Wikipedia:Bots/Requests for approval/WikiLinkChecker
New to bots on Wikipedia? Read these primers!
- Approval process – How this discussion works
- Overview/Policy – What bots are/What they can (or can't) do
- Dictionary – Explains bot-related jargon
Operator: Skarz (talk · contribs · SUL · edit count · logs · page moves · block log · rights log · ANI search)
Time filed: 02:54, Sunday, March 10, 2024 (UTC)
Function overview: It's a basic Python script that retrieves the wiki markup version of an article that I submit using the REST API, scans for URLs that are not already archived, checks the internet archive for archived versions/adds to the internet archive if necessary, and updated the applicable citation as necessary.
Automatic, Supervised, or Manual: It's hard to categorize because it's not a bot; it's a script that performs a very specific action only when I direct it to, much like Internet Archive Bot. In it's current state it cannot be used to process 100s or 1000s of URLs at a time.
Note: I have been advised by [[User:ferret|@ferret] that because this script writes the changes to Wikipedia without the ability for me to preview changes, it does not meet the criteria for assisted editing.
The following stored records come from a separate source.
// Health is what readiness needs to know from the engine. Whether the FHIR
// server answers is not here: the service tracks it once, from every
// request the client makes (api/serve).
type Health struct {
	// OutboxBlockedSince is when the oldest pending write first failed and
	// has kept failing; zero when it is flowing.
	OutboxBlockedSince time.Time
	// StalePictures counts the patients whose report of what their data
	// leaves out (Hooks.Evaluated) waits for a refresh.
	StalePictures int
	// WritesStopped says why the writer sends nothing (the software Device
	// cannot be resolved on the server); empty while it sends.
	WritesStopped string
	Stats         store.Stats
}

// Health reports the engine's state.
func (e *Engine) Health(ctx context.Context) (Health, error) {
	st, err := e.cfg.Store.Stats(ctx)
	if err != nil {
		return Health{}, fmt.Errorf("engine: health: %w", err)
	}
	e.mu.Lock()
	defer e.mu.Unlock()
	return Health{OutboxBlockedSince: e.outboxBlocked, StalePictures: e.stalePictures(), WritesStopped: e.writesStopped, Stats: st}, nil
}

// Standalone reports whether the engine writes to no server.
func (e *Engine) Standalone() bool { return e.cfg.Client == nil }

// SearchCodes returns the "system|code" tokens the engine searches for.
func (e *Engine) SearchCodes() []string { return append([]string(nil), e.cfg.SearchCodes...) }

// InputCount returns how many inputs the store holds for a patient, for
// audits and tests that must show nothing was stored.
func (e *Engine) InputCount(ctx context.Context, subject string) (int, error) {
	ins, err := e.cfg.Store.Inputs(ctx, subject)
	if err != nil {
		return 0, fmt.Errorf("engine: %w", err)
	}
	return len(ins), nil
}
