package engine

import (
	"context"
	"fmt"
	"time"

	"github.com/deadspace-fhir/deadspace/api/store"
)

// claimPatient makes this replica the only one evaluating d's patient, when
// the store is shared by replicas: it claims the patient for the job lease
// and returns the patient's mark as it stands now. ok is false when
// another replica is evaluating the patient (it commits, or its claim
// lapses and any replica takes the patient) or the patient's evaluation was
// committed meanwhile; there is nothing to do then. With a store of one
// replica the in-process lock is enough and d is returned as it is.
func (e *Engine) claimPatient(ctx context.Context, d store.Dirty) (store.Dirty, bool, error) {
	rep, shared := e.cfg.Store.(store.Replicated)
	if !shared {
		return d, true, nil
	}
	now, ok, err := rep.ClaimPatient(ctx, d.Subject, e.cfg.JobLease)
	if err != nil {
		return d, false, fmt.Errorf("engine: claim the patient for evaluation: %w", err)
	}
	return now, ok, nil
}

// unclaimPatient gives up this replica's claim on a patient whose
// evaluation did not commit, so any replica may evaluate it again at once.
// A claim that cannot be given up lapses after the job lease.
func (e *Engine) unclaimPatient(ctx context.Context, subject string) {
	rep, shared := e.cfg.Store.(store.Replicated)
	if !shared {
		return
	}
	ctx, cancel := context.WithTimeout(context.WithoutCancel(ctx), 5*time.Second)
	defer cancel()
	if err := rep.ReleaseClaim(ctx, subject); err != nil {
		e.log.WarnContext(ctx, "could not give up the claim on a patient; another replica takes it when the claim lapses", "err", err)
	}
}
Programming language(s): Python
Source code available: User:Skarz/WikiLinkChecker
Links to relevant discussions (where appropriate): Discord
Edit period(s): Whenever I run it.
Estimated number of pages affected: ~10 per day
Namespace(s): Mainspace
Exclusion compliant (Yes/No):
Function details:
This Python script is designed to update Wikipedia pages by replacing dead external links with archived versions from the Internet Archive's Wayback Machine. Here's a step-by-step explanation of what the script does:
- User Login: The script prompts the user to enter their Wikipedia username and password to log in to the English Wikipedia.
- Page Selection: The user is prompted to enter the name of the Wikipedia page or its URL. The script extracts the page name from the URL if a URL is provided.
- Page Content Retrieval: The script retrieves the content of the specified Wikipedia page.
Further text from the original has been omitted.